Former Trans Mountain engineer, Romilly Cavanaugh, was arrested Tuesday along with 11 others barricading the gates of Kinder Morgan’s Burnaby Mountain tank farm.

Cavanaugh, who holds a Masters degree in sustainability from Harvard, told National Observer: "We're at a climate crisis, and it's not the time to be investing in oil. Now is the time for us to be embracing renewable energy, it's practical, affordable, and right at our fingertips, but we don't have the support of governments."

"This industry should have been phased out decades ago," said Cavanaugh.

For the fourth day, protesters marched to the site of Texas-based Kinder Morgan's pipeline terminal and blocked the entrance. Since March 17, a total of 60 people opposed to Kinder Morgan's Trans Mountain pipeline expansion have been arrested for violating a court injunction mandating a five metre no-go zone around the terminal.

“We lived and worked in fear when I worked for Trans Mountain, because the reality is that no amount of equipment or people is going to change the fact that in the event of a spill, they will be able to recover very little," said Cavanaugh.

“I worked for Trans Mountain’s environmental department in the 1990s. If there is a tanker spill or spill from the pipeline itself, from Edmonton to Vancouver and down to Washington, the best Trans Mountain will be able to do, even today, is between 10 and 20 per cent recovery. The rest will remain in the environment, damaging fish, birds, crabs – everything you can imagine.”

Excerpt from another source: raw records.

// Package model holds the weekly response model: loading and checking a
// weekly panel, the adstock and saturation transforms, the fit by variable
// projection, prediction, contributions and horizon response curves.
package model

import "time"

// Panel is a weekly data set: one row per consecutive week.
type Panel struct {
	Source   string      // file name, for messages
	Weeks    []time.Time // first day of each week, strictly 7 days apart
	DateName string      // the date column's name in the file; "" means "week"
	KPIName  string
	KPI      []float64   // per week
	Channels []string    // spend column names
	Spend    [][]float64 // [channel][week], currency, >= 0
	Controls []string    // control column names
	Control  [][]float64 // [control][week]
}

// NumWeeks returns the number of weeks in the panel.
func (p *Panel) NumWeeks() int { return len(p.Weeks) }
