package model

import (
	"bufio"
	"bytes"
	"encoding/csv"
	"errors"
	"fmt"
	"io"
	"math"
	"strconv"
	"strings"
	"time"
	"unicode/utf8"

	"sluice/internal/boundedio"
)

// Columns says which columns of the file play which role. Columns of the
// file that it does not name are ignored.
type Columns struct {
	Date     string   // date column name; "" means a column named "week" if present, else the first column
	KPI      string   // required
	Channels []string // spend columns, required, at least one
	Controls []string // optional
}

// DataError is a problem with the input file, located at a cell. Line and
// Column are 1-based, as in encoding/csv (Column counts bytes); Column is 0
// when the problem is the whole row, Line is 0 when it is the whole file.
type DataError struct {
	File   string
	Line   int
	Column int
	Msg    string // lowercase, names the value and what is wrong with it
	Hint   string // a likely fix, or ""; not part of Error, print it on its own line
}

// Error returns "file:line:column: msg", leaving out column when it is 0 and
// line:column when the line is 0.
func (e *DataError) Error() string {
	loc := e.File
	if e.Line > 0 {
		loc += ":" + strconv.Itoa(e.Line)
		if e.Column > 0 {
			loc += ":" + strconv.Itoa(e.Column)
		}
	}
	if loc == "" {
		return e.Msg
	}
	return loc + ": " + e.Msg
}

// LoadPanel reads the weekly panel in the CSV file at path (see ReadPanel).
// Messages name the file as path was given.
func LoadPanel(path string, cols Columns) (*Panel, error) {
	f, err := boundedio.Open(path, boundedio.MaxInput)
	if err != nil {
		return nil, err
	}
	defer f.Close()
	return ReadPanel(f, path, cols)
}

// ReadPanel reads a weekly panel from CSV (RFC 4180 as encoding/csv reads
// it: a header row, then one row per week). Dates are ISO 8601 YYYY-MM-DD and
// consecutive rows are exactly 7 days apart. Cells are decimal numbers
// (optional sign, fraction and exponent; surrounding blanks are ignored).
// Spend and KPI must be finite and non-negative, controls finite. A leading
// UTF-8 byte order mark and CRLF line endings are accepted.
//
// Any problem with the data is returned as a *DataError naming source, the
// line and column of the offending cell, the value and what is wrong; the
// first problem found is reported.
func ReadPanel(r io.Reader, source string, cols Columns) (*Panel, error) {
	l := &loader{file: source}
	if l.file == "" {
		l.file = "<input>"
	}
	if err := l.checkColumns(cols); err != nil {
		return nil, err
	}
	br := bufio.NewReader(r)
	if err := l.skipBOM(br); err != nil {
		return nil, err
	}
	l.cr = csv.NewReader(br)
	l.cr.FieldsPerRecord = -1 // field counts are checked here, with a better message
	l.cr.ReuseRecord = true
	if err := l.readHeader(); err != nil {
		return nil, err
	}
	if err := l.bind(cols); err != nil {
		return nil, err
	}
	p := &Panel{
		Source:   source,
		KPIName:  cols.KPI,
		Channels: append([]string(nil), cols.Channels...),
		Spend:    make([][]float64, len(cols.Channels)),
	}
	if len(cols.Controls) > 0 {
		p.Controls = append([]string(nil), cols.Controls...)
		p.Control = make([][]float64, len(cols.Controls))
	}
	p.DateName = l.header[l.date]
	if err := l.readRows(p); err != nil {
		return nil, err
	}
	if err := l.checkColumnsHaveData(p); err != nil {
		return nil, err
	}
	return p, nil
}

// RequireWeeks returns a *DataError (naming the whole file) when p has fewer
// than min weeks; why says what needs them, e.g. "the model has 31
// parameters".
func (p *Panel) RequireWeeks(min int, why string) error {
	n := len(p.Weeks)
	if n >= min {
		return nil
	}
	have := plural(n, "week")
	if why == "" {
		return &DataError{File: p.Source, Msg: fmt.Sprintf("%s is too few: at least %d are needed", have, min)}
	}
	return &DataError{File: p.Source, Msg: fmt.Sprintf("%s is too few: %s and needs at least %s", have, why, plural(min, "week"))}
}

func plural(n int, unit string) string {
	if n == 1 {
		return "1 " + unit
	}
	return strconv.Itoa(n) + " " + unit + "s"
}

// Roles of a column, as they appear in messages.
const (
	roleDate    = "date"
	roleKPI     = "kpi"
	roleChannel = "channel"
	roleControl = "control"
)

// What a value of each role is called in messages: `spend "abc" in column
// "social" is not a number`.
var valueName = map[string]string{
	roleKPI:     "kpi value",
	roleChannel: "spend",
	roleControl: "control value",
}

const (
	hintDate      = "dates must be YYYY-MM-DD (ISO 8601), e.g. 2024-01-08"
	hintGrouping  = `write numbers without thousands separators and with "." as the decimal point, e.g. 1234567.5`
	hintPlain     = "write plain numbers, without currency signs, units or percent signs"
	hintMissing   = "every week needs a value; missing values are not allowed"
	hintZeroSpend = "write 0 for a week without spend; every week needs a value"
	hintNoWeek    = `the file has no "week" column, so its first column is taken as the date; name the date column`
)

type loader struct {
	file string
	cr   *csv.Reader

	header    []string
	headerPos []int // byte column of each header cell
	headerLn  int

	date        int   // field index of the date column
	firstAsDate bool  // the date column is the first one, for want of a "week" column
	kpi         int   // field index of the KPI column
	channels    []int // field index per channel
	controls    []int // field index per control
}

func (l *loader) errAt(line, col int, hint, format string, args ...any) *DataError {
	return &DataError{File: l.file, Line: line, Column: col, Msg: fmt.Sprintf(format, args...), Hint: hint}
}

// cellErr locates a problem at field i of the record just read.
func (l *loader) cellErr(i int, hint, format string, args ...any) *DataError {
	line, col := l.cr.FieldPos(i)
	return l.errAt(line, col, hint, format, args...)
}

// headerErr locates a problem with a whole column at its header cell.
func (l *loader) headerErr(i int, hint, format string, args ...any) *DataError {
	return l.errAt(l.headerLn, l.headerPos[i], hint, format, args...)
}

// readErr turns an error from the csv reader into a *DataError when it is a
// syntax error, and names the file on any other (I/O) error.
func (l *loader) readErr(err error) error {
	var pe *csv.ParseError
	if !errors.As(err, &pe) {
		return fmt.Errorf("%s: %w", l.file, err)
	}
	msg := pe.Err.Error()
	if pe.StartLine != pe.Line {
		msg += fmt.Sprintf(" (the row starts at line %d)", pe.StartLine)
	}
	hint := ""
	switch {
	case errors.Is(pe.Err, csv.ErrBareQuote):
		hint = `a field that contains " must be enclosed in double quotes, with each inner " written twice`
	case errors.Is(pe.Err, csv.ErrQuote):
		hint = `a quoted field must end with a closing "; an inner " is written twice ("")`
	}
	return l.errAt(pe.Line, pe.Column, hint, "%s", msg)
}

// checkColumns refuses a Columns that cannot describe any file.
func (l *loader) checkColumns(cols Columns) error {
	if cols.KPI == "" {
		return l.errAt(0, 0, "name the column that holds the KPI", "no kpi column is named")
	}
	if len(cols.Channels) == 0 {
		return l.errAt(0, 0, "name at least one spend column", "no channel columns are named")
	}
	for _, c := range cols.Channels {
		if c == "" {
			return l.errAt(0, 0, "", "a channel column name is empty")
		}
	}
	for _, c := range cols.Controls {
		if c == "" {
			return l.errAt(0, 0, "", "a control column name is empty")
		}
	}
	return nil
}

var (
	utf8BOM    = []byte{0xEF, 0xBB, 0xBF}
	utf16BEBOM = []byte{0xFE, 0xFF}
	utf16LEBOM = []byte{0xFF, 0xFE}
)

// skipBOM drops a UTF-8 byte order mark (U+FEFF, which spreadsheet programs
// write at the start of "UTF-8 CSV"; columns on line 1 then count from after
// it, as an editor shows them) and refuses UTF-16 text.
func (l *loader) skipBOM(br *bufio.Reader) error {
	b, err := br.Peek(3)
	if err != nil && err != io.EOF {
		return fmt.Errorf("%s: %w", l.file, err)
	}
	switch {
	case bytes.HasPrefix(b, utf8BOM):
		br.Discard(len(utf8BOM))
	case bytes.HasPrefix(b, utf16BEBOM), bytes.HasPrefix(b, utf16LEBOM):
		return l.errAt(0, 0, "save the file as UTF-8 text", "file is UTF-16 encoded")
	}
	return nil
}

func (l *loader) readHeader() error {
	rec, err := l.cr.Read()
	if err == io.EOF {
		return l.errAt(0, 0, "the first row must name the columns", "file is empty: no header row")
	}
	if err != nil {
		return l.readErr(err)
	}
	l.header = make([]string, len(rec))
	l.headerPos = make([]int, len(rec))
	l.headerLn, _ = l.cr.FieldPos(0)
	first := make(map[string]int, len(rec))
	for i, name := range rec {
		_, l.headerPos[i] = l.cr.FieldPos(i)
		if strings.ContainsRune(name, '\r') {
			return l.errAt(l.headerLn, 0, "the file seems to end its lines with CR alone; save it with LF or CRLF line endings",
				"header row contains a carriage return")
		}
		name = strings.TrimSpace(name)
		l.header[i] = name
		if name == "" {
			continue // an unnamed column (a spreadsheet's row index) cannot be named in Columns
		}
		if j, dup := first[name]; dup {
			return l.cellErr(i, "give every column a distinct name",
				"header names column %s twice (fields %d and %d)", quote(name), j+1, i+1)
		}
		first[name] = i
	}
	return nil
}

// bind finds the field index of every column named in cols.
func (l *loader) bind(cols Columns) error {
	date, dateHint := cols.Date, ""
	if date == "" {
		// A file without a "week" column is dated by its first column,
		// whatever (if anything) that column is called.
		l.date = l.index("week")
		if l.date < 0 {
			l.date = 0
			l.firstAsDate = true
			dateHint = hintNoWeek
		}
		date = l.header[l.date]
	}

	// The same column in two roles would be both, say, spend and KPI.
	role := map[string]string{}
	claim := func(name, r string) error {
		prev, taken := role[name]
		switch {
		case !taken:
			role[name] = r
			return nil
		case prev == r:
			return l.errAt(0, 0, "name each column once", "%s column %q is named twice", r, name)
		default:
			hint := ""
			if prev == roleDate {
				hint = dateHint
			}
			return l.errAt(0, 0, hint, "column %q is given two roles: %s and %s", name, prev, r)
		}
	}
	if date != "" {
		if err := claim(date, roleDate); err != nil {
			return err
		}
	}
	if err := claim(cols.KPI, roleKPI); err != nil {
		return err
	}
	for _, c := range cols.Channels {
		if err := claim(c, roleChannel); err != nil {
			return err
		}
	}
	for _, c := range cols.Controls {
		if err := claim(c, roleControl); err != nil {
			return err
		}
	}

	var err error
	find := func(name, r string) int {
		i := l.index(name)
		if i < 0 && err == nil {
			err = l.errAt(l.headerLn, 0, l.missingHint(name), "%s column %s is not in the header", r, quote(name))
		}
		return i
	}
	if cols.Date != "" {
		l.date = find(date, roleDate)
	}
	l.kpi = find(cols.KPI, roleKPI)
	l.channels = make([]int, len(cols.Channels))
	for k, c := range cols.Channels {
		l.channels[k] = find(c, roleChannel)
	}
	l.controls = make([]int, len(cols.Controls))
	for j, c := range cols.Controls {
		l.controls[j] = find(c, roleControl)
	}
	return err
}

On Monday, a 70-year old protester climbed and set up camp in a tree at the Kinder Morgan facility. He was arrested by Burnaby RCMP, as was Greenpeace founder Rex Weyler along with four other protesters.

The Trans Mountain pipeline expansion would increase capacity threefold, allowing it to carry 890,000 barrels per day from Alberta to British Columbia's coast.

The project has been approved by the federal level, but is currently under judicial review by the Federal Court of Appeal. Six local First Nations as well as the cities of Vancouver, Burnaby, and the Province of British Columbia have challenged the project in court, while proponents for the pipeline include the Province of Alberta and Federal government.